Average # of agitations/hour at time-of-day
I worked through 5 algorithms that were all sh shell scripts fed through the web page and greasemonkey script. This proved problematic, as the script never ran concurrently throughout the day. Greasemonkey just wasn’t robust enough to handle web errors or dropped connections from the Mobiscope server. As these were working locally inside my home intranet, I didn’t have a reliably secure method to tweak and monitor these while I was out of the house (and whenever I was in the house, the dogs’ behavior would change dramatically).
When the algorithms did work, it became quickly apparent that every change was a “good” one. Any time there was an agitation, if the radio was changed or a light level was adjusted, the dogs immediately calmed down for a period.

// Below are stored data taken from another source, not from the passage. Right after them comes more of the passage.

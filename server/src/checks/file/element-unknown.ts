import { decodedRule } from './decoded.ts'

export const elementUnknown = decodedRule({
  id: 'element-unknown',
  summary: 'The name of an atom is not the symbol of an element.',
  why: 'A misspelled symbol becomes a kind of its own and lowers the symmetry of the crystal.',
  wrong: 'lattice: {bravais: cF, a: 5.43}\natoms:\n  - Sl: [0, 0, 0]\n',
  right: 'lattice: {bravais: cF, a: 5.43}\natoms:\n  - Si: [0, 0, 0]\n',
})
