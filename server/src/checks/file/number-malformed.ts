import { decodedRule } from './decoded.ts'

export const numberMalformed = decodedRule({
  id: 'number-malformed',
  summary: 'A number or an expression cannot be read.',
  why: 'The value cannot be used, so what depends on it is not checked.',
  wrong: 'lattice: {bravais: cF, a: 5.43 A}\n',
  right: 'lattice: {bravais: cF, a: 5.43}\n',
})
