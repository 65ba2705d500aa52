import { decodedRule } from './decoded.ts'

export const yamlSyntax = decodedRule({
  id: 'yaml-syntax',
  summary: 'The text is not valid YAML, or is built so that reading it would never end.',
  why: 'A reader that guesses what was meant may guess another crystal.',
  wrong: 'lattice: {bravais: cF, a: 5.43\npath: Γ – X\n',
  right: 'lattice: {bravais: cF, a: 5.43}\npath: Γ – X\n',
})
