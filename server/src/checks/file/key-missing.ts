import { BRAVAIS } from '../../crystal/bravais.ts'
import { insertKeys } from '../../format/edits.ts'
import type { Check, Context, Finding } from '../check.ts'
import { decodedRule } from './decoded.ts'

const decoded = decodedRule({
  id: 'key-missing',
  summary: 'A key that the file cannot do without is missing.',
  why: 'Without it there is no crystal to compute with.',
  wrong: 'lattice: {bravais: tI, a: 3.78}\n',
  right: 'lattice: {bravais: tI, a: 3.78, c: 9.51}\n',
})

/** What the type of the lattice or the frame of the points needs is known only here. */
export const keyMissing: Check = {
  ...decoded,
  *run(context) {
    yield* decoded.run(context)
    yield* parametersOfType(context)
    yield* parameterOfFrame(context)
  },
}

function* parametersOfType({ document, crystal, text }: Context): Iterable<Finding> {
  const { missing } = crystal.build
  const block = document.lattice
  if (!missing || !block?.bravais) return
  const unreadable = missing.some(name => block.keys.has(name))
  if (unreadable) return // Its value has a finding of its own.
  const type = block.bravais.value
  const names = missing.map(name => `\`${name}\``).join(' and ')
  const keys = missing.map(name => [name, ''] as const)
  yield {
    at: block.bravais.at,
    message: `A lattice of type ${type} (${BRAVAIS[type].words}) needs ${names}, which ${missing.length > 1 ? 'are' : 'is'} not stated.`,
    facts: { missing },
    fixes: [{ title: `Insert ${names}`, safe: false, edits: insertKeys(text, block, keys) }],
  }
}

function* parameterOfFrame({ document, text }: Context): Iterable<Finding> {
  const block = document.lattice
  const frame = document.framesEntry?.points
  if (document.frames.points !== '2pi/a' || !frame || !block || block.keys.has('a')) return
  yield {
    at: frame.at,
    message: 'Points in units of 2π/a need the parameter `a`, which `lattice` does not state.',
    facts: { missing: ['a'] },
    fixes: [{ title: 'Insert `a`', safe: false, edits: insertKeys(text, block, [['a', '']]) }],
  }
}
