/** A document restated for its supercell is the same crystal, path and mesh in space. */
import fc from 'fast-check'
import { describe, expect, test } from 'vitest'
import { BRAVAIS, BRAVAIS_TYPES, type BravaisType } from '../../../server/src/crystal/bravais.ts'
import {
  apply,
  combine,
  determinant,
  distance,
  inverse,
  type Mat3,
  multiply,
  subtract,
  type Vec3,
} from '../../../server/src/crystal/vector.ts'
import { applyEdits } from '../../../server/src/format/edits.ts'
import type { Crystal } from '../../../server/src/meaning/crystal.ts'
import type { Restatement } from '../../../server/src/meaning/rewrite.ts'
import { restateForSupercell } from '../../../server/src/meaning/rewrite-supercell.ts'
import { snapshotOf } from '../checks/harness.ts'

const crystalOf = (text: string): Crystal => {
  const { documents } = snapshotOf(text)
  expect(documents[0].document.problems, text).toEqual([])
  return documents[0].crystal
}

/** What ten digits after the point leave. */
const CLOSE = 1e-6
const isWhole = (x: number): boolean => Math.abs(x - Math.round(x)) < 1e-5
const key = (fraction: Vec3): string => fraction.map(x => ((Math.round(x * 1e5) % 1e5) + 1e5) % 1e5).join()

function rewritten(text: string): { after: string; restated: Restatement } {
  const before = crystalOf(text)
  const restated = restateForSupercell(before, text)
  if (!restated) throw new Error(`not restated:\n${text}`)
  const after = applyEdits(text, restated.edits)
  const now = crystalOf(after)
  const where = `${text}\n became\n${after}`
  const matrix = before.supercell!
  const fold = Math.round(Math.abs(determinant(matrix)))

  const rows = multiply(matrix, before.lattice!.primitive)
  rows.forEach((row, i) => {
    expect(distance(row, now.lattice!.primitive[i]), where).toBeLessThan(CLOSE)
  })
  expect(now.document.supercell, where).toBeUndefined()

  expect(now.atoms.length, where).toBe(fold * before.atoms.length)
  const toOld = inverse(before.lattice!.primitive)
  before.atoms.forEach((atom, i) => {
    const copies = now.atoms.slice(i * fold, (i + 1) * fold)
    const places = new Set<string>()
    for (const copy of copies) {
      expect(copy.element).toBe(atom.element)
      expect(copy.entry.name?.value).toBe(atom.entry.name?.value)
      const apart = combine(subtract(copy.cartesian, atom.cartesian), toOld)
      expect(apart.every(isWhole), where).toBe(true)
      places.add(key(combine(copy.cartesian, inverse(now.lattice!.primitive))))
    }
    expect(places.size, where).toBe(fold)
  })

  for (const [label, point] of before.points)
    expect(distance(point.cartesian, now.points.get(label)!.cartesian), where).toBeLessThan(CLOSE)
  const pathOf = ({ pieces }: Crystal) => pieces.map(({ points }) => points.map(point => point?.cartesian))
  if (!before.document.path?.recommended) {
    const [old, fresh] = [pathOf(before), pathOf(now)]
    expect(fresh.map(piece => piece.length)).toEqual(old.map(piece => piece.length))
    for (const [p, piece] of old.entries())
      for (const [i, k] of piece.entries()) expect(distance(k!, fresh[p][i]!), where).toBeLessThan(CLOSE)
  }
  if (restated.meshesKept) sameMesh(before, now, where)
  return { after, restated }
}

/** Every point of the old mesh lies on one of the new one, and |det M| of them on each. */
function sameMesh(before: Crystal, now: Crystal, where: string): void {
  const meshOf = ({ document }: Crystal) => {
    const [mesh] = document.meshes
    const three = (vector: typeof mesh.divisions, rest: number) =>
      [0, 1, 2].map(i => vector?.items[i]?.value ?? rest) as unknown as Vec3
    return mesh && { n: three(mesh.divisions, 1), s: three(mesh.shift, 0) }
  }
  const [old, fresh] = [meshOf(before), meshOf(now)]
  if (!old) return
  const fold = Math.round(Math.abs(determinant(before.supercell!)))
  expect(fold * fresh.n[0] * fresh.n[1] * fresh.n[2], where).toBe(old.n[0] * old.n[1] * old.n[2])
  for (let i = 0; i < old.n[0]; i++)
    for (let j = 0; j < old.n[1]; j++)
      for (let k = 0; k < old.n[2]; k++) {
        const there = apply(before.supercell!, [
          (i + old.s[0]) / old.n[0],
          (j + old.s[1]) / old.n[1],
          (k + old.s[2]) / old.n[2],
        ])
        expect(
          there.every((x, axis) => isWhole(x * fresh.n[axis] - fresh.s[axis])),
          where,
        ).toBe(true)
      }
}

const written = fc.oneof(
  fc.constantFrom('0', '1/2', '1/3', '-1/4', '2/3', '0.25', '0.1', '-0.0312'),
  fc.integer({ min: -999, max: 999 }).map(n => String(n / 1000)),
)
const rowOf = (n: number) => fc.array(written, { minLength: n, maxLength: n }).map(x => `[${x.join(', ')}]`)
const length = fc.integer({ min: 3000, max: 9000 }).map(n => n / 1000)
const angle = fc.integer({ min: 82, max: 112 })
const entry = fc.integer({ min: -2, max: 2 })

const lattices = fc
  .tuple(fc.constantFrom<BravaisType>(...BRAVAIS_TYPES), length, length, length, angle, angle, angle)
  .map(([bravais, a, b, c, alpha, beta, gamma]) => {
    const values: Record<string, number> = { a, b, c, alpha, beta, gamma }
    const free = BRAVAIS[bravais].free[0].map(name => `${name}: ${values[name]}`).join(', ')
    return { dimension: BRAVAIS[bravais].dimension, lattice: `lattice: {bravais: ${bravais}, ${free}}` }
  })
const vectors = fc.tuple(length, length, length).map(([a, b, c]) => ({
  dimension: 3,
  lattice: `lattice:\n  a: ${a} # kept\n  vectors:\n    - [0, a/2, a/2] # kept\n    - [${b}, 0.3, 0]\n    - [0, 1, -${c}]`,
}))
const chain = length.map(a => ({ dimension: 1, lattice: `lattice: {vectors: [[${a}, 0, 0]]}` }))

const documents = fc
  .oneof({ weight: 4, arbitrary: lattices }, vectors, chain)
  .chain(({ dimension, lattice }) =>
    fc
      .record({
        atomFrame: fc.constantFrom('conventional', 'primitive', 'cartesian'),
        pointFrame: fc.constantFrom('primitive', 'conventional', 'cartesian'),
        atoms: fc.tuple(rowOf(3), rowOf(3)),
        points: fc.tuple(rowOf(dimension), rowOf(dimension)),
        path: fc.constantFrom('P – Q', 'P – Γ – Q | Q – P', 'recommended'),
        divisions: fc.array(fc.integer({ min: 1, max: 6 }), { minLength: dimension, maxLength: dimension }),
        shift: fc.array(fc.constantFrom('0', '1/2'), { minLength: dimension, maxLength: dimension }),
        matrix: fc
          .array(entry, { minLength: dimension ** 2, maxLength: dimension ** 2 })
          .map(x => Array.from({ length: dimension }, (_, i) => x.slice(i * dimension, (i + 1) * dimension)))
          .filter(m => {
            const full = [0, 1, 2].map(i => [0, 1, 2].map(j => m[i]?.[j] ?? Number(i === j)))
            return Math.abs(determinant(full as unknown as Mat3)) > 0.5
          }),
        style: fc.boolean(),
      })
      .map(({ atomFrame, pointFrame, atoms, points, path, divisions, shift, matrix, style }) => {
        const list = style
          ? `atoms:\n  - Si: ${atoms[0]} # kept\n  # kept\n  - Fe:\n      at: ${atoms[1]}\n      name: up\n`
          : `atoms: [Si: ${atoms[0]}, Fe: {at: ${atoms[1]}, name: up}]\n`
        return `${lattice}
frames: {atoms: ${atomFrame}, points: ${pointFrame}}
${list}points:
  P: ${points[0]} # kept
  Q: ${points[1]}
path: ${path}
mesh:
  divisions: [${divisions.join(', ')}]
  shift: [${shift.join(', ')}]
supercell: [${matrix.map(row => `[${row.join(', ')}]`).join(', ')}]
`
      }),
  )

test('any document, of every lattice type, in any supercell', () => {
  fc.assert(
    fc.property(documents, text => {
      const { after } = rewritten(text)
      expect(after.split('# kept').length).toBe(text.split('# kept').length)
      expect(crystalOf(after).document.path?.recommended).toBe(false)
    }),
    { numRuns: 150, seed: 21 },
  )
})

describe('by example', () => {
  test('rock salt in its conventional cube', () => {
    const { after } = rewritten(`title: Lead telluride
lattice:
  bravais: cF
  a: 6.462
atoms:
  - Pb: [0, 0, 0] # the cation
  - Te: [1/2, 1/2, 1/2]
space-group: Fm-3m
path: Γ – X # along Δ
mesh:
  divisions: [8, 8, 8]
supercell: [[-1, 1, 1], [1, -1, 1], [1, 1, -1]]
`)
    // By hand: the four translations of F are (0,0,0), (½,½,0), (½,0,½), (0,½,½); X is (0, 1, 0) of the cube. A mesh of
    // 8³ of F is body-centred cubic and none of the cube's; its step |b|/8 = (√3/8)(2π/a) takes ⌈8/√3⌉ = 5 on 2π/a.
    expect(after).toBe(`title: Lead telluride
lattice:
  bravais: cP
  vectors: [[6.462, 0, 0], [0, 6.462, 0], [0, 0, 6.462]]
atoms:
  - Pb: [0, 0, 0] # the cation
  - Pb: [1/2, 1/2, 0]
  - Pb: [1/2, 0, 1/2]
  - Pb: [0, 1/2, 1/2]
  - Te: [1/2, 1/2, 1/2]
  - Te: [0, 0, 1/2]
  - Te: [0, 1/2, 0]
  - Te: [1/2, 0, 0]
space-group: Fm-3m
labels: none
points: {Γ: [0, 0, 0], X: [0, 1, 0]}
path: Γ – X # along Δ
# Steps as fine as, but not the k-points of, [8, 8, 8] of the primitive cell.
mesh:
  divisions: [5, 5, 5]
`)
  })

  test('a doubled cube keeps its mesh, folded', () => {
    const { after, restated } = rewritten(
      'lattice: {bravais: cP, a: 4}\nmesh: {divisions: [8, 8, 8], shift: [1/2, 0, 0]}\nsupercell: [2, 2, 1]\n',
    )
    expect(restated.meshesKept).toBe(true)
    expect(after).toBe(
      'lattice: {bravais: tP, vectors: [[8, 0, 0], [0, 8, 0], [0, 0, 4]]}\nmesh: {divisions: [4, 4, 8], shift: [1/2, 0, 0]}\n',
    )
  })

  test.each([
    ['a singular matrix', 'lattice: {bravais: cP, a: 4}\nsupercell: [[1, 1, 0], [2, 2, 0], [0, 0, 1]]\n'],
    ['none', 'lattice: {bravais: cP, a: 4}\n'],
    ['too many atoms', 'lattice: {bravais: cP, a: 4}\natoms:\n  - Si: [0, 0, 0]\nsupercell: [20, 20, 20]\n'],
    [
      'an atom that cannot be read',
      'lattice: {bravais: cP, a: 4}\natoms:\n  - Si: [0, x, 0]\nsupercell: [2, 1, 1]\n',
    ],
    [
      'an alias',
      'lattice: {bravais: cP, a: 4}\natoms:\n  - Si: &x [0, 0, 0]\n  - C: *x\nsupercell: [2, 1, 1]\n',
    ],
  ])('%s: nothing is rewritten', (_, text) => {
    const { crystal } = snapshotOf(text).documents[0]
    expect(restateForSupercell(crystal, text)).toBeUndefined()
  })
})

It didn’t matter which radio station or which light level was set. Any change seemed to reduce agitations. The algorithm I now use just rotates radio stations and light levels randomly, without any inputs. On average, it seems to have reduced # of agitations by 45% (though I haven’t yet had enough testing to ensure it is statistically accurate or will remain lower).
In order to use the system well, we wanted to add two extra capabilities:
1) When either my wife or I come home, turn off the web cams and radio, and turn on the kitchen lights
2) As a backup, turn off any recording at sunset (in case the first doesn’t trigger)
To implement the first capability, we need a way to detect when either of us comes home. I initially tried using an X10 motion sensor in the door way, but it was quite cheap and would sometimes trigger when there was direct sunlight on it, and frequently not trigger when people walked by too quickly.
I’ve noticed through watching Wireshark that when an iPhone connects to a wifi network, it sends out a few IGMP/Multicast DNS packets to 22.214.171.124 (local multicast to all machines, as specified in RFC 3171). By listening for this message, I have the Chumby look for the correct identifiers and send out the “turn cameras off”, “mute radios”, and “turn lights on” commands.
I would have liked to detect a method for turning the cameras on when no one was home (as we frequently forgot to do so in the morning), but couldn’t find a reliable method.
To implement the second capability of always turning cameras off at sunset, I had a script that pinged a web service daily and asked for the sunset time of the current locale. The below script illustrates this method (but condenses some of the logic for readability).
(Note: That should read “sunset” not “sunrise” in the web service request above… otherwise things get a little wonky.)
This was a fun project that had a lot of moving pieces. I built some useful functions that we still use daily. The light and radio controls are very reusable, and I will be releasing all of the source code for others to do so. I was able to partially prove out that modifying the environment modifies our dog behavior. More importantly, I gave my wife tools to feel more attached to her dogs throughout the day (and justify my spending money on technical toys).